Events
Transforming Customer Services - Delivering citizen centric access channels
September 18th, Edgbaston, Birmingham
This event focuses on how local authorities are addressing the challenges of the future by highlighting how effective customer service can drive service improvements, increase customer satisfaction levels, improve staff morale and deliver efficiency gains. The publication of the Varney report - Service Transformation: a Better Service For Citizens and Businesses, a Better Deal for Taxpayers, has highlighted the need for government to transfrom the delivery of customer services across the public sector. This event will consider the importance of the report and how local authorities should respond to some of its recommendations.

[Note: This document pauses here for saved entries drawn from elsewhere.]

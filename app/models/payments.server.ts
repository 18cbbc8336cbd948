import type { Knex } from "knex";
import type Stripe from "stripe";
import { formatDollars } from "~/domain/billing";
import type { CardPaymentRefusalRow, InvoiceRow, PaymentRow } from "./tables";
import { requestEmailDelivery } from "~/services/jobs.server";
import { stripeClient, stripeConfig } from "~/services/stripe.server";
import { queueReceiptEmail } from "./receipts.server";

// Money in: card payments through Stripe Checkout (confirmed only by a signed webhook),
// cash and cheque recorded by the office; money out: refunds (card through Stripe, cash and
// cheque recorded only). Every write leaves an audit_log entry.
//
// Invoice status from its payments and refunds (void invoices are never changed here):
//   paid      — payments add up to the total or more, and not all of it was refunded
//   refunded  — it was paid in full and every cent was refunded
//   open      — otherwise (unpaid or partly paid); the balance is total − (paid − refunded)
// A partial refund of a paid invoice keeps it paid: the refund is money given back by
// agreement, not a debt reopened.
//
// Webhooks: each event id is inserted into webhook_events in the same transaction as its
// effect, so a repeated event does nothing; payments and refunds are keyed by Stripe's ids
// (unique columns), and the status is recomputed from the rows, so events in any order end
// in one correct state. A refund event for a payment not recorded yet records the payment
// first from the payment intent (its metadata carries the invoice id).
//
// Checkout safety: one open Checkout Session per invoice (startCardPayment holds the invoice
// row lock while it talks to Stripe; every session made is kept in checkout_sessions), and
// the open one is expired when the balance changes or the invoice is voided. Card money is
// recorded only when the invoice is open, in its currency, through a session made for it, and
// not more than the balance; otherwise all of it is refunded through Stripe and the refusal
// kept (card_payment_refusals, audit action payment.card_refused), so a paid amount never
// passes the total and a repeated event does nothing twice.
//
// Receipts: every payment recorded here (a new card payment from a webhook, an office cash
// or cheque payment) queues its receipt e-mail in the same transaction (receipts.server.ts,
// once per payment); delivery is requested after commit.

export const PAYMENT_UNAVAILABLE_MESSAGE = "Online payment is not available right now. Please try again in a few minutes.";

export class PaymentUnavailable extends Error {
  constructor(readonly cause?: unknown) {
    super(PAYMENT_UNAVAILABLE_MESSAGE);
    this.name = "PaymentUnavailable";
  }
}

/** A payment or refund that cannot be made as asked; the message is for the person. */
export class PaymentRefused extends Error {
  constructor(message: string) {
    super(message);
    this.name = "PaymentRefused";
  }
}

/** A webhook that is not from Stripe (bad or missing signature, unreadable body): answer 400. */
export class WebhookRejected extends Error {
  constructor(message: string) {
    super(message);
    this.name = "WebhookRejected";
  }
}

type Deps = { stripe?: Stripe; webhookSecret?: string };

export type InvoiceMoney = { totalCents: number; paidCents: number; refundedCents: number; balanceCents: number };

async function invoiceMoney(db: Knex, invoice: Pick<InvoiceRow, "id" | "total_cents">): Promise<InvoiceMoney> {
  const paid = await db("payments").where({ invoice_id: invoice.id }).first(db.raw("coalesce(sum(amount_cents), 0)::int as cents"));
  const refunded = await db("refunds")
    .join("payments", "payments.id", "refunds.payment_id")
    .where("payments.invoice_id", invoice.id)
    .first(db.raw("coalesce(sum(refunds.amount_cents), 0)::int as cents"));
  const paidCents = Number((paid as unknown as { cents: number }).cents);
  const refundedCents = Number((refunded as unknown as { cents: number }).cents);
  return { totalCents: invoice.total_cents, paidCents, refundedCents, balanceCents: Math.max(0, invoice.total_cents - (paidCents - refundedCents)) };
}

/** Money on an invoice: total, paid, refunded, and the balance still owed. */
export async function invoiceBalance(db: Knex, invoiceId: number): Promise<InvoiceMoney> {
  const invoice = await db("invoices").where({ id: invoiceId }).first("id", "total_cents");
  if (!invoice) throw new PaymentRefused(`There is no invoice ${invoiceId}.`);
  return invoiceMoney(db, invoice);
}

export function statusFromMoney(current: InvoiceRow["status"], money: InvoiceMoney): InvoiceRow["status"] {
  if (current === "void") return "void";
  if (money.paidCents > 0 && money.paidCents >= money.totalCents) return money.refundedCents >= money.paidCents ? "refunded" : "paid";
  return "open";
}

/** Recomputes the invoice's status from its rows (the invoice row is locked); audits a change. */
async function settleInvoice(trx: Knex.Transaction, invoiceId: number, actorUserId: number | null): Promise<InvoiceRow["status"]> {
  const invoice = await trx("invoices").where({ id: invoiceId }).forUpdate().first();
  if (!invoice) throw new PaymentRefused(`There is no invoice ${invoiceId}.`);
  const money = await invoiceMoney(trx, invoice);
  const status = statusFromMoney(invoice.status, money);
  if (status !== invoice.status) {
    await trx("invoices").where({ id: invoiceId }).update({ status, updated_at: trx.fn.now() });
    await audit(trx, actorUserId, "invoice.status", "invoice", invoiceId, { status: invoice.status }, { status, ...money });
  }
  return status;
}

async function audit(trx: Knex, actorUserId: number | null, action: string, entityType: string, entityId: number | string, before: unknown, after: unknown) {
  await trx("audit_log").insert({
    actor_user_id: actorUserId,
    action,
    entity_type: entityType,
    entity_id: String(entityId),
    before: before === null ? null : JSON.stringify(before),
    after: after === null ? null : JSON.stringify(after),
  });
}

function isStripeError(error: unknown): error is Stripe.errors.StripeError {
  return typeof error === "object" && error !== null && "type" in error && typeof (error as { type: unknown }).type === "string" && String((error as { type: string }).type).startsWith("Stripe");
}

Through practical ‘best practice’ case studies and round table discussion, delegates will be able to help assess their organisation’s progress, identify and celebrate good practice in Customer Services and identify key areas for development. Attendees will gain an insight into the following themes:
• Partnership working – balancing efficiencies and service quality
• Challenging the Varney Report
• Best practice in complaints handling
• Developing multi-channel access and offering transactional services 24/7
• Virtual call centres
• Shared services – working together to improve service delivery
• CRM integration and contact centres – limitations, costs, efficiency gains
Confirmed case studies/speakers
Chair
Janet Callender, Chief Executive, Tameside MBC
Best practice in complaints management
Ian Mapp, Head of Product Management, CDC Respond
In this session, Ian will cover:
1. Citizen experience from logging a complaint through to resolution
2. Measurement and handling of complaints and feedback
3. CRM systems and complaints management
4. Facilitate root cause analysis to drive organizational learning
5. Visibility of complaints and feedback holistically throughout all departments to drive efficiency and meet KPI’s
6. Best practice examples referring to The London Borough of Camden and others
Mapping the Customer Journey for Service Delivery Improvement
Dr. Lorna Peters, Programme Research Manager, Hertfordshire County Council
· Case study from Hertfordshire County Council
· How an understanding of the customer journey was gained
· What service improvements were made across the organisation as a result
· Present outcome as result of changed customer/staff perceptions
· Discuss customer journey mapping & potential for future improvement in relation to free school meals service
Value For Money Framework: an achievable goal?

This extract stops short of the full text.